Even though the federal government is abandoning public health and health care (and I'll have more to say later today, I hope, about that), and the same racists and religious fanatics who used to holler the loudest about states' rights are doing everything they can to override state policies they don't like now that they are in control of the federal government (viz. affirmative action in state colleges, physician-assisted suicide in Oregon, Terri Schiavo, medical marijuana, gun control . . .) the United States is still just that, and states can make their own policies.

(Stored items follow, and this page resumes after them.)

"""All keys, made from their one declaration, and what the marks in a picture mean."""

from __future__ import annotations

from unitclass.tui.desk import Desk
from unitclass.tui.keys import HELP, REVIEW, KeyMap
from unitclass.tui.renderables.listing import scrolled
from unitclass.tui.renderables.queue_rows import MARKS
from unitclass.tui.renderables.sheet import Sheet
from unitclass.tui.renderables.words import wrapped
from unitclass.tui.screens.page import PageScreen
from unitclass.tui.theme import Theme

MARK_WORDS = {"later": "left for later", "disagreement": "reviewers differ",
              "asks again": "the spike train changed since it was labelled",
              "stale": "the label is older than a change of the cycles", "labelled": "labelled by someone else"}


class HelpScreen(PageScreen):
    """Help for the screen it was called from."""

    KEYS = HELP

    def __init__(self, desk: Desk, theme: Theme, keys: KeyMap, *, about: str = REVIEW) -> None:
        super().__init__(desk, theme, keys)
        self._about = about
        self._first = 0

    def title_words(self) -> tuple[str, str, str]:
        """Return the title."""
        return "help", f"keys of: {self._about}", ""

    def draw_body(self, width: int, height: int) -> Sheet:
        """Draw the keys and the marks."""
        look = self.inks.look
        lines = [line for key, words in self.keys.help(self._about) for line in self._line(key, words, width)]
        if self._about == REVIEW:
            lines += [("", "")] + [line for mark, words in self._marks() for line in self._line(mark, words, width)]
        self._first = max(0, min(self._first, len(lines) - height))
        return scrolled(lines, self._first, width, height, look=look)

    def _line(self, key: str, words: str, width: int) -> list[tuple[str, str]]:
        text = f"{key:>7}  {words}"
        return [(line, "") for line in wrapped_keeping(text, width, self)]

    def _marks(self) -> list[tuple[str, str]]:
        g = self.inks.look.glyphs
        pictures = [
            (g.sure, "bar: spikes/s, solid up to the lower 95 % limit"), (g.doubtful, "bar above that limit"),
            (g.whisker, "up to the upper 95 % limit"), (g.fit[1], "the suggested family, as fitted"),
            (g.done, "labelled by you"), ("*", "the suggestion has changed")]
        return pictures + [(MARKS[state], words) for state, words in MARK_WORDS.items()]

    def step(self, steps: int) -> None:
        """Scroll."""
        self._first = max(0, self._first + min(steps, 10**6))
        self.repaint_soon()


def wrapped_keeping(text: str, width: int, screen: HelpScreen) -> list[str]:
    """Return a help line, continued under its words when it is too long."""
    lines = wrapped(text[9:], max(10, width - 9), screen.inks.look)
    return [text[:9] + lines[0], *(" " * 9 + line for line in lines[1:])] if lines else [text]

Our old friend Fouad Pervez along with Sharon Silow-Caroll has rounded up interesting state news for the Commonwealth Fund. Check it out, but I'll just highlight Michigan's effort to address health care disparities. (That's the unequal treatment that people get who don't happen to be of the dominant culture and pigmentation.) They're doing a lot of the right things:
- They have a committee to coordinate efforts to reduce disparities across disparate elements of the bureaucracy.

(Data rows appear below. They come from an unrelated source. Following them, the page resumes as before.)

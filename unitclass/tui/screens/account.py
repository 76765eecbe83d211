"""One unit in full: verdict without a limit of room, features, evidence, who said what."""

from __future__ import annotations

from unitclass.review.unit_facts import facts
from unitclass.tui.desk import Desk
from unitclass.tui.keys import ACCOUNT, KeyMap
from unitclass.tui.renderables.listing import scrolled
from unitclass.tui.renderables.sheet import Sheet
from unitclass.tui.renderables.verdict import Lines, verdict_lines
from unitclass.tui.renderables.words import shortened
from unitclass.tui.screens.page import PageScreen
from unitclass.tui.theme import Theme


class AccountScreen(PageScreen):
    """The whole account of the current unit."""

    KEYS = ACCOUNT

    def __init__(self, desk: Desk, theme: Theme, keys: KeyMap) -> None:
        super().__init__(desk, theme, keys)
        self._first = 0

    def title_words(self) -> tuple[str, str, str]:
        """Return which unit."""
        title, where, _ = self.desk.head()
        return title, where, ""

    def draw_body(self, width: int, height: int) -> Sheet:
        """Draw the account, in two columns where there is room."""
        lines = self._lines(min(width, 100))
        self._first = max(0, min(self._first, len(lines) - height))
        return scrolled(lines, self._first, width, height, look=self.inks.look)

    def _lines(self, width: int) -> Lines:
        entry = self.desk.session.current
        if entry is None:
            return []
        unit, look = self.desk.session.unit_result(entry), self.inks.look
        lines = verdict_lines(self.desk.verdict(entry, unit), width, look)
        if unit.suggestion.evidence:
            lines += [("", ""), ("evidence for the first type over the second, in log units", "title")]
            lines += [(f"  {name:<28} {value:+.1f}", "") for name, value in unit.suggestion.evidence.items()]
        lines += [("", ""), ("measured", "title")]
        lines += [(shortened(f"  {name:<42} {value}", width, look), "") for name, value in facts(unit)]
        opinions = self.desk.session.opinions(entry)
        if opinions:
            lines += [("", ""), ("opinions", "title")]
            lines += [(f"  {d.reviewer}: {d.type} ({d.how}, {d.decided_at[:16]})", "") for d in opinions]
        return lines

    def step(self, steps: int) -> None:
        """Scroll."""
        self._first = max(0, self._first + min(steps, 10**6))
        self.repaint_soon()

- They provide funding to community based organizations to address health conditions within specific ethnic groups.
- They require Managed Care Organizations to undertake specific initiatives to reduce disparities.

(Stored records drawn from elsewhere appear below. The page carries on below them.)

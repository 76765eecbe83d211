"""The review screen: queue, one unit on the cycle axis, the verdict beside it."""

from __future__ import annotations

from collections.abc import Callable

from textual import events
from textual.app import ComposeResult

from unitclass.errors import UnitclassError
from unitclass.tui.desk import Desk
from unitclass.tui.keys import REVIEW, KeyMap
from unitclass.tui.messages import Picked, Stepped
from unitclass.tui.screens.base import BaseScreen, Coverable
from unitclass.tui.theme import Theme
from unitclass.tui.widgets.head import Head
from unitclass.tui.widgets.panels import QueueColumn, UnitPage, UnitView, VerdictPanel

COLUMN_FROM = 100
BESIDE_FROM = 64
LEAST = (30, 9)
TOO_SMALL = "Too small to draw:\nmake it 40 x 12."


class ReviewScreen(BaseScreen):
    """Where nearly all the work is done."""

    KEYS = REVIEW
    DEFAULT_CSS = """
    ReviewScreen QueueColumn { width: 20; display: none; }
    ReviewScreen VerdictPanel { width: 26; }
    ReviewScreen.-brief VerdictPanel { dock: bottom; width: 1fr; height: 2; margin-bottom: 2; }
    """

    def __init__(self, desk: Desk, theme: Theme, keys: KeyMap) -> None:
        super().__init__(theme, keys)
        self.desk = desk
        self.head = Head(theme)
        self.queue = QueueColumn(theme)
        self.page = UnitPage(theme)
        self.verdict = VerdictPanel(theme)
        self._arranged_for = (0, 0)

    def compose(self) -> ComposeResult:
        """Lay the parts out, with the first unit in them, so that the first paint shows it."""
        self._arrange(*self.app.size)
        self.repaint()
        yield self.head
        yield self.foot
        yield self.queue
        yield self.page
        yield self.verdict

    def on_mount(self) -> None:
        """Tell the program when the first unit is on the screen."""
        self.call_after_refresh(self.app.begin)  # type: ignore[attr-defined]

    def on_screen_suspend(self) -> None:
        """Begin also where a quick hand opens another screen before the first refresh has ended."""
        self.app.begin()  # type: ignore[attr-defined]

    def on_resize(self, event: events.Resize) -> None:
        """Give every part the room it needs at this size."""
        if tuple(event.size) != self._arranged_for:
            self._arrange(*event.size)
            self.repaint_soon()

    def list_area(self) -> Coverable:
        """Return where lists are shown: the verdict's place, or the picture's on a narrow terminal."""
        return self.page if self.has_class("-brief") else self.verdict

    def repaint(self) -> None:
        """Show the unit the queue stands at."""
        desk = self.desk
        view, words = self._view()
        entries, here = desk.entries, desk.here
        title, where, right = desk.head()
        has_column = self.queue.display
        several = desk.has_conditions
        self.head.show(title, where, right, () if has_column else entries, here, several)
        if has_column:
            self.queue.show(entries, here, several)
        if view is None or self._is_too_small():
            self.page.show(None, words if view is None else TOO_SMALL)
            self.verdict.show(None, "")
            return
        self.page.show(view)
        self.verdict.show(view.verdict, f"{self.keys.shown('account')}: all of it")

    def _view(self) -> tuple[UnitView | None, str]:
        """Return the unit to show, or words why there is none."""
        try:
            view = self.desk.view()
        except UnitclassError as error:  # e.g. its results cannot be read any more
            return None, str(error)
        return view, "" if view is not None else self.desk.why_empty()

    def _is_too_small(self) -> bool:
        width, height = self._arranged_for
        return width < LEAST[0] or height < LEAST[1]

    def _arrange(self, width: int, height: int) -> None:
        self._arranged_for = (width, height)
        has_column = width >= COLUMN_FROM and height >= 16
        is_brief = width < BESIDE_FROM
        self.queue.display = has_column
        column = min(34, 22 + max(0, width - COLUMN_FROM) // 8) if has_column else 0
        self.queue.styles.width = column
        self.head.styles.height = 1 if has_column or height < 16 else 2
        self.set_class(is_brief, "-brief")
        self.verdict.display = not self._is_too_small()
        beside = 0 if is_brief else max(25, min(60, round(width * 0.3)))
        self.verdict.styles.width = beside or "1fr"
        self.page.give_width(width - beside - column)

    # --------------------------------------------------------------------------- moving

    def action_next(self) -> None:
        """Go to the next unit."""
        self._go(self.desk.here + 1)

    def action_previous(self) -> None:
        """Go to the unit before."""
        self._go(self.desk.here - 1)

    def action_forward(self) -> None:
        """Go a page on."""
        self._go(self.desk.here + self._page_length())

    def action_back(self) -> None:
        """Go a page back."""
        self._go(self.desk.here - self._page_length())

    def action_first(self) -> None:
        """Go to the first unit."""
        self._go(0)

    def action_last(self) -> None:
        """Go to the last unit."""
        self._go(len(self.desk.entries) - 1)

    def _page_length(self) -> int:
        return max(1, self.queue.size.height - 1) if self.queue.display else 10

    def _go(self, place: int) -> None:
        self.desk.go(place)
        self.say("")
        self.repaint_soon()

    def on_picked(self, message: Picked) -> None:
        """Go to the unit that was clicked."""
        message.stop()
        self._go(message.index)

    def on_stepped(self, message: Stepped) -> None:
        """Step with the wheel."""
        message.stop()
        self._go(self.desk.here + message.steps)

    # ------------------------------------------------------------------------- deciding

    def _do(self, act: Callable[[], str]) -> None:
        """Do something that is written to the store, and say what came of it."""
        try:
            message = act()
        except UnitclassError as error:
            self.say(f"{error}" + (f"; {self.keys.shown('move')}: keep decisions elsewhere"
                                   if self.desk.session.has_unsaved else ""), "warn")
        else:
            self.say(message)
            self.app.labels_changed()  # type: ignore[attr-defined]
        self.repaint_soon()

    def action_accept(self) -> None:
        """Accept the suggestion."""
        if self.desk.session.current is not None:
            self._do(self.desk.accept)

    def action_take(self, number: int) -> None:
        """Take the type listed with a number."""
        if self.desk.session.current is not None:
            self._do(lambda: self.desk.take(number))

    def action_name(self) -> None:
        """Name any type."""
        if self.desk.session.current is not None:
            self.ask("type", lambda name: self._do(lambda: self.desk.name(name)),
                     options=self.desk.type_options())

    def action_mixed(self) -> None:
        """Decide that this is not one cell."""
        if self.desk.session.current is not None:
            self._do(self.desk.mixed)

    def action_later(self) -> None:
        """Leave the unit for later."""
        if self.desk.session.current is not None:
            self._do(self.desk.later)

    def action_note(self) -> None:
        """Write a note."""
        entry = self.desk.session.current
        if entry is not None:
            self.ask("note", lambda text: self._do(lambda: self.desk.note(text)), text=entry.note)

    def action_undo(self) -> None:
        """Take back the last decision."""
        self._turn(True)

    def action_redo(self) -> None:
        """Give again what was taken back."""
        self._turn(False)

    def _turn(self, is_undo: bool) -> None:
        try:
            message, paths = self.desk.turn(is_undo)
        except UnitclassError as error:
            self.say(str(error), "warn")
            return
        self.say(message)
        if paths:
            self.app.analyse_again(paths)  # type: ignore[attr-defined]
        self.repaint_soon()

    def action_move(self) -> None:
        """Go on with the decisions in another place, e.g. when the disk is full."""
        self.ask("keep decisions in the file", self._move, text=str(self.desk.session.store_path))

    def _move(self, path: str) -> None:
        def move() -> str:
            self.desk.session.move_store(path)
            return f"decisions are kept in {self.desk.session.store_path}"
        self._do(move)

    def action_blind(self) -> None:
        """Hide suggestions until a label is given, or show them again."""
        self.desk.session.set_blind(not self.desk.session.is_blind)
        self.say("blind: suggestions are hidden until you name a type" if self.desk.session.is_blind else
                 "suggestions are shown")
        self.repaint_soon()

    # ------------------------------------------------------------------ finding and ordering

    def action_open(self) -> None:
        """Go to the next unit without a label."""
        if self.desk.session.next_open() is None:
            self.say(f"every unit in view has your label; {self.keys.shown('finish')}: end and export")
        self.repaint_soon()

    def action_changed(self) -> None:
        """Go to the next changed suggestion."""
        self.say("" if self.desk.go_to_changed() else "no suggestion in view has changed")
        self.repaint_soon()

    def action_find(self) -> None:
        """Find a unit by name."""
        self.ask("find unit", self._find)

    def _find(self, text: str) -> None:
        found = self.desk.session.find(text) if text else None
        self.say("" if found is not None or not text else f"no unit in view is called {text}")
        self.repaint_soon()

    def action_only(self) -> None:
        """Choose which units are in view."""
        self.ask("which units", self._show_only, options=self.desk.filter_options())

    def _show_only(self, value: str) -> None:
        self.say(self.desk.show_only(value))
        self.repaint_soon()

    def action_order(self) -> None:
        """Choose the order of the queue."""
        self.ask("order", self._sort, options=self.desk.order_options())

    def _sort(self, by: str) -> None:
        self.say(self.desk.sort(by))
        self.repaint_soon()

    # --------------------------------------------------------------------- other screens

    def _push(self, screen: str) -> None:
        if self.desk.session.current is None and screen not in ("help", "finish"):
            self.say("there is no unit to show")
            return
        try:
            other = self.app.other_screen(screen)  # type: ignore[attr-defined]
        except UnitclassError as error:
            self.say(str(error), "warn")
            return
        self.app.push_screen(other, self._returned)

    def _returned(self, message: str | None) -> None:
        self.say(message or "")
        self.repaint_soon()

    def action_account(self) -> None:
        """Show this unit in full."""
        self._push("account")

    def action_population(self) -> None:
        """Show the population."""
        self._push("population")

    def action_conditions(self) -> None:
        """Show the conditions side by side."""
        self._push("conditions")

    def action_cycles(self) -> None:
        """Show the cycles."""
        self._push("cycles")

    def action_types(self) -> None:
        """Show the kinds of unit."""
        self._push("types")

    def action_discuss(self) -> None:
        """Show the units on which reviewers differ."""
        self._push("discuss")

    def action_batch(self) -> None:
        """Show what a batch would accept."""
        self._push("batch")

    def action_finish(self) -> None:
        """Show what is left, and export."""
        self._push("finish")

    def action_help(self) -> None:
        """Show all keys."""
        self._push("help")

    def action_quit(self) -> None:
        """Leave."""
        self.app.exit(0)
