"""The review screen: queue, one unit on the cycle axis, the verdict beside it."""

from __future__ import annotations

from collections.abc import Callable
from typing import ClassVar

from textual import events
from textual.app import ComposeResult

from unitclass.errors import UnitclassError
from unitclass.tui.desk import Desk
from unitclass.tui.keys import REVIEW, KeyMap
from unitclass.tui.messages import Picked
from unitclass.tui.screens.base import BaseScreen, bindings_of
from unitclass.tui.theme import Theme
from unitclass.tui.widgets.canvas import Canvas
from unitclass.tui.widgets.head import Head
from unitclass.tui.widgets.panels import QueueColumn, UnitPage, VerdictPanel

COLUMN_FROM = 100
BESIDE_FROM = 64
LEAST = (30, 9)


class ReviewScreen(BaseScreen):
    """Where nearly all the work is done."""

    KEYS = REVIEW
    BINDINGS: ClassVar = bindings_of(REVIEW)
    DEFAULT_CSS = """
    ReviewScreen QueueColumn { width: 20; display: none; }
    ReviewScreen VerdictPanel { width: 26; }
    ReviewScreen.-brief VerdictPanel { dock: bottom; width: 1fr; height: 2; margin-bottom: 2; }
    """

    def __init__(self, desk: Desk, theme: Theme, keys: KeyMap) -> None:
        super().__init__(theme, keys)
        self.desk = desk
        self.head = Head(theme)
        self.queue = QueueColumn(theme)
        self.page = UnitPage(theme)
        self.verdict = VerdictPanel(theme)

    def compose(self) -> ComposeResult:
        """Lay the parts out."""
        yield self.head
        yield self.foot
        yield self.queue
        yield self.page
        yield self.verdict

    def on_mount(self) -> None:
        """Show the first unit."""
        self._arrange(*self.app.size)
        self.repaint()

    def on_resize(self, event: events.Resize) -> None:
        """Give every part the room it needs at this size."""
        self._arrange(event.size.width, event.size.height)
        self.repaint_soon()

    def list_area(self) -> Canvas:
        """Return where lists are shown: the verdict's place, or the picture's on a narrow terminal."""
        return self.page if self.has_class("-brief") else self.verdict

    def repaint(self) -> None:
        """Show the unit the queue stands at."""
        desk = self.desk
        view = desk.view()
        entries, here = desk.entries, desk.here
        title, where, right = desk.head()
        has_column = self.queue.display
        self.head.show(title, where, right, () if has_column else entries, here)
        if has_column:
            self.queue.show(entries, here)
        if view is None or self._is_too_small():
            words = desk.why_empty() if view is None else "This terminal is too small: make it 40 x 12 or larger."
            self.page.show(None, words)
            self.verdict.show(None, "")
            return
        self.page.show(view)
        self.verdict.show(view.verdict, f"{self.keys.shown('account')}: all of it")

    def _is_too_small(self) -> bool:
        width, height = self.size
        return width < LEAST[0] or height < LEAST[1]

    def _arrange(self, width: int, height: int) -> None:
        has_column = width >= COLUMN_FROM and height >= 16
        is_brief = width < BESIDE_FROM
        self.queue.display = has_column
        self.queue.styles.width = min(28, 20 + max(0, width - COLUMN_FROM) // 12)
        self.head.styles.height = 1 if has_column or height < 16 else 2
        self.set_class(is_brief, "-brief")
        self.verdict.styles.width = "1fr" if is_brief else max(25, min(60, round(width * 0.3)))

    # --------------------------------------------------------------------------- moving

    def action_next(self) -> None:
        """Go to the next unit."""
        self._go(self.desk.here + 1)

    def action_previous(self) -> None:
        """Go to the unit before."""
        self._go(self.desk.here - 1)

    def action_forward(self) -> None:
        """Go a page on."""
        self._go(self.desk.here + self._page_length())

    def action_back(self) -> None:
        """Go a page back."""
        self._go(self.desk.here - self._page_length())

    def action_first(self) -> None:
        """Go to the first unit."""
        self._go(0)

    def action_last(self) -> None:
        """Go to the last unit."""
        self._go(len(self.desk.entries) - 1)

    def _page_length(self) -> int:
        return max(1, self.queue.size.height - 1) if self.queue.display else 10

    def _go(self, place: int) -> None:
        self.desk.go(place)
        self.say("")
        self.repaint_soon()

    def on_picked(self, message: Picked) -> None:
        """Go to the unit that was clicked."""
        message.stop()
        self._go(message.index)

    # ------------------------------------------------------------------------- deciding

    def _do(self, act: Callable[[], str]) -> None:
        """Do something that is written to the store, and say what came of it."""
        try:
            message, ink = act(), ""
        except UnitclassError as error:
            message, ink = str(error), "warn"
        self.say(message, ink)
        self.repaint_soon()

    def action_accept(self) -> None:
        """Accept the suggestion."""
        self._do(self.desk.accept)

- (Wonk Alert!) They analyze Health Plan Employer Data and Information Set (HEDIS)* data across racial categories.
There are problems with data quality -- the state Medicaid director says "a regular and standardized method for collection of data by race and ethnicity does not exist." This is a problem everywhere, and it is complex both conceptually and practically. But it needs to be worked on, hard, because we can't fix problems if we can't identify and measure them, and prove that solutions work (or don't). So
Hail! to the victors valiant
Hail! to the conqu'ring heroes
Hail! Hail! to Michigan
The leaders and best!
Hail! to the victors valiant
Hail! to the conqu'ring heroes
Hail! Hail! to Michigan,
The champions of the West!
*HEDIS is the standard data about processes of care that is used to assess the quality of care provided by hospitals, nursing homes, and health plans, as promulgated by the National Committee for Quality Assurance. It's used for accreditation, quality scores, and by state insurance regulators. Most states don't require that it be collected by race and ethnicity, which really sets us back in trying to fix the discrimination and inequality that still exists in our health care system.